Records from a data collection
"""

// writePatches polygonizes the maps of steps into one GeoPackage at path,
// layer "changes", each step's polygons with its dates in the Date fields
// named by fields (a field no step has a date for is left out) and its Z
// from its band of o.Magnitude.
func writePatches(path string, o PatchOptions, fields []string, steps []patchMap) ([]PatchSummary, error) {
	if err := output.Check(path, o.Overwrite); err != nil {
		return nil, err
	}
	mag, err := openDataset(o.Magnitude)
	if err != nil {
		return nil, fmt.Errorf("magnitude %w", err)
	}
	defer mag.Close(errLogger)
	g := steps[0].Mask.grid
	if err := g.Compare(gridOf(mag)); err != nil {
		return nil, fmt.Errorf("magnitude %s is not on the grid of the change map: %w", o.Magnitude, err)
	}
	var ea *geodesy
	if g.Projection != "" {
		if ea, err = newGeodesy(g.Projection); err != nil {
			return nil, fmt.Errorf("patches for %s: %w", path, err)
		}
		defer ea.Close()
	}
	out, err := newPatchFile(path, g.Projection, o, datedFields(fields, steps))
	if err != nil {
		return nil, err
	}
	defer out.discard()
	sums := make([]PatchSummary, len(steps))
	for i, st := range steps {
		if sums[i], err = out.addMap(st, mag, ea); err != nil {
			return nil, fmt.Errorf("write %s: %w", path, tidy(err))
		}
	}
	if err := out.commit(); err != nil {
		return nil, err
	}
	return sums, nil
}

// datedFields returns the fields some step has a date for, and keeps in
// each step only the dates of those.
func datedFields(fields []string, steps []patchMap) []string {
	var dated []string
	var keep []int
	for i, f := range fields {
		if slices.ContainsFunc(steps, func(st patchMap) bool { return !st.dates[i].Time.IsZero() }) {
			dated, keep = append(dated, f), append(keep, i)
		}
	}
	for j := range steps {
		kept := make([]Date, len(keep))
		for k, i := range keep {
			kept[k] = steps[j].dates[i]
		}
		steps[j].dates = kept
	}
	return dated
}

// addMap polygonizes one map and writes its patches.
func (p *patchFile) addMap(st patchMap, mag *godal.Dataset, ea *geodesy) (PatchSummary, error) {
	sum := PatchSummary{AreaM2: math.NaN()}
	if ea != nil {
		sum.AreaM2 = 0
	}
	if st.Band < 1 || st.Band > len(mag.Bands()) {
		return sum, fmt.Errorf("magnitude band %d of %d", st.Band, len(mag.Bands()))
	}
	polys, err := st.Mask.polygonize()
	if err != nil {
		return sum, err
	}
	defer polys.Close(errLogger)
	zs := patchStats{m: st.Mask, mag: mag.Bands()[st.Band-1]}
	zs.nodata, zs.hasND = zs.mag.NoData()
	p.dates = st.dates
	src := polys.Layers()[0]
	for f := src.NextFeature(); f != nil; f = src.NextFeature() {
		area, err := p.add(f.Geometry(), &zs, ea)
		f.Close()
		if err != nil {
			return sum, err
		}
		sum.Count++
		sum.AreaM2 += area
	}
	return sum, nil
}

// polygonize returns an OGR Memory dataset whose one layer holds the
// polygons of the map's change patches.
func (m *ChangeMask) polygonize() (*godal.Dataset, error) {
	// Once sieved, the raw map is not needed again: it holds the 0/1 copy
	// GDAL polygonizes (a full-grid band less in memory), and the map is
	// final from then on.
	band := m.ds.Bands()[maskRaw]
	if !m.sieved {
		chg, err := newMem(m.grid, 1)
		if err != nil {
			return nil, err
		}
		defer chg.Close(errLogger)
		band = chg.Bands()[0]
	} else {
		m.final = true
	}
	isChange := func(v uint8) uint8 {
		if v == flagChange {
			return 1
		}
		return 0
	}
	if err := m.mapBand(m.ds.Bands()[m.current()], band, isChange); err != nil {
		return nil, err
	}
	vec, err := godal.CreateVector(godal.Memory, "", errLogger)
	if err != nil {
		return nil, err
	}
	layer, err := vec.CreateLayer("patches", nil, godal.GTPolygon, errLogger)
	if err == nil {
		// The band is its own mask: only change pixels make polygons.
		err = band.Polygonize(layer, godal.Mask(band), godal.EightConnected(), errLogger)
	}
	if err != nil {
		vec.Close(errLogger)
		return nil, fmt.Errorf("polygonize: %w", err)
	}
	return vec, nil
}

// patchStats reads magnitude and top components under patches.
type patchStats struct {
	m      *ChangeMask
	mag    godal.Band
	nodata float64
	hasND  bool
	burn   []uint8
	z      []float64
	top    []uint8
}

type patchZ struct {
	n        int
	sum, max float64
	top      int
}

// of rasterises geom over its bounding window, strip by strip, and sums up
// magnitude and top components under it.
func (s *patchStats) of(geom *godal.Geometry) (patchZ, error) {
	out := patchZ{max: math.Inf(-1)}
	bb, err := geom.Bounds()
	if err != nil {
		return out, err
	}
	g := s.m.grid
	if !g.HasGeoTransform {
		// GDAL's default, which polygonize used: pixel coordinates.
		g.GeoTransform, g.HasGeoTransform = [6]float64{0, 1, 0, 0, 0, 1}, true
	}
	x0, y0, x1, y1, err := pixelWindow(g, bb)
	if err != nil {
		return out, err
	}
	w := x1 - x0
	var counts [256]int
	err = strips(y1-y0, w, func(dy, rows int) error {
		n, y := w*rows, y0+dy
		win := Grid{Width: w, Height: rows, HasGeoTransform: true, GeoTransform: g.GeoTransform}
		win.GeoTransform[0], win.GeoTransform[3] = applyGT(g.GeoTransform, float64(x0), float64(y))
		mem, err := newMem(win, 1)
		if err != nil {
			return err
		}
		defer mem.Close(errLogger)
		if err := mem.RasterizeGeometry(geom, godal.Values(1), errLogger); err != nil {
			return fmt.Errorf("rasterize patch: %w", err)
		}
		s.burn, s.z, s.top = grow(s.burn, n), grow(s.z, n), grow(s.top, n)
		if err := mem.Bands()[0].Read(0, 0, s.burn, w, rows, errLogger); err != nil {
			return err
		}
		if err := s.mag.Read(x0, y, s.z, w, rows, errLogger); err != nil {
			return fmt.Errorf("read magnitude at %d,%d: %w", x0, y, err)
		}
		if err := s.m.ds.Bands()[maskTop].Read(x0, y, s.top, w, rows, errLogger); err != nil {
			return fmt.Errorf("read top components at %d,%d: %w", x0, y, err)
		}
		for i, b := range s.burn {
			if b == 0 {
				continue
			}
			counts[s.top[i]]++
			if z := s.z[i]; z == z && !(s.hasND && z == s.nodata) {
				out.n++
				out.sum += z
				out.max = max(out.max, z)
			}
		}
		return nil
	})
	for c := 1; c < int(flagNoData); c++ {
		if counts[c] > 0 && (out.top == 0 || counts[c] > counts[out.top]) {
			out.top = c
		}
	}
	return out, err
}

// pixelWindow returns the window of whole pixels x0 <= col < x1,
// y0 <= row < y1 of g covering the georeferenced box bb (minx, miny, maxx,
// maxy), clipped to the grid. Box edges within 1e-6 pixel of a pixel edge
// count as on it.
func pixelWindow(g Grid, bb [4]float64) (x0, y0, x1, y1 int, err error) {
	gt := g.GeoTransform
	det := gt[1]*gt[5] - gt[2]*gt[4]
	if det == 0 {
		return 0, 0, 0, 0, errors.New("the grid's geotransform cannot be inverted")
	}
	minC, minR, maxC, maxR := math.Inf(1), math.Inf(1), math.Inf(-1), math.Inf(-1)
	for _, p := range [][2]float64{{bb[0], bb[1]}, {bb[0], bb[3]}, {bb[2], bb[1]}, {bb[2], bb[3]}} {
		dx, dy := p[0]-gt[0], p[1]-gt[3]
		c, r := (gt[5]*dx-gt[2]*dy)/det, (gt[1]*dy-gt[4]*dx)/det
		minC, maxC, minR, maxR = min(minC, c), max(maxC, c), min(minR, r), max(maxR, r)
	}
	clamp := func(v float64, hi int) int { return max(0, min(hi, int(v))) }
	x0, x1 = clamp(math.Floor(minC+1e-6), g.Width), clamp(math.Ceil(maxC-1e-6), g.Width)
	y0, y1 = clamp(math.Floor(minR+1e-6), g.Height), clamp(math.Ceil(maxR-1e-6), g.Height)
	return x0, y0, x1, y1, nil
}

// newMem returns a GDAL MEM dataset of Byte bands on grid g.
func newMem(g Grid, bands int) (*godal.Dataset, error) {
	ds, err := godal.Create(godal.Memory, "", bands, godal.Byte, g.Width, g.Height, errLogger)
	if err != nil {
		return nil, err
	}
	if err := georeference(ds, g); err != nil {
		ds.Close(errLogger)
		return nil, err
	}
	return ds, nil
}

// georeference gives ds the geotransform and projection of g, where g has them.
func georeference(ds *godal.Dataset, g Grid) error {
	if g.HasGeoTransform {
		if err := ds.SetGeoTransform(g.GeoTransform, errLogger); err != nil {
			return err
		}
	}
	if g.Projection != "" {
		return ds.SetProjection(g.Projection, errLogger)
	}
	return nil
}

// stripRows is the number of rows of width w in a strip of about 1 MiB.
func stripRows(w int) int { return max(1, (1<<20)/max(1, w)) }

// strips calls fn for consecutive strips of rows of an h-row window of
// width w, each about 1 MiB of pixels, stopping at the first error.
func strips(h, w int, fn func(y, rows int) error) error {
	step := stripRows(w)
	for y := 0; y < h; y += step {
		if err := fn(y, min(step, h-y)); err != nil {
			return err
		}
	}
	return nil
}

"""

#### What is needed:
Restate word for word the lines above, beginning at the first one and ending at the line that carries "defer mag.Close(errLogger)".

#### Answer to this task:
// writePatches polygonizes the maps of steps into one GeoPackage at path,
// layer "changes", each step's polygons with its dates in the Date fields
// named by fields (a field no step has a date for is left out) and its Z
// from its band of o.Magnitude.
func writePatches(path string, o PatchOptions, fields []string, steps []patchMap) ([]PatchSummary, error) {
	if err := output.Check(path, o.Overwrite); err != nil {
		return nil, err
	}
	mag, err := openDataset(o.Magnitude)
	if err != nil {
		return nil, fmt.Errorf("magnitude %w", err)
	}
	defer mag.Close(errLogger)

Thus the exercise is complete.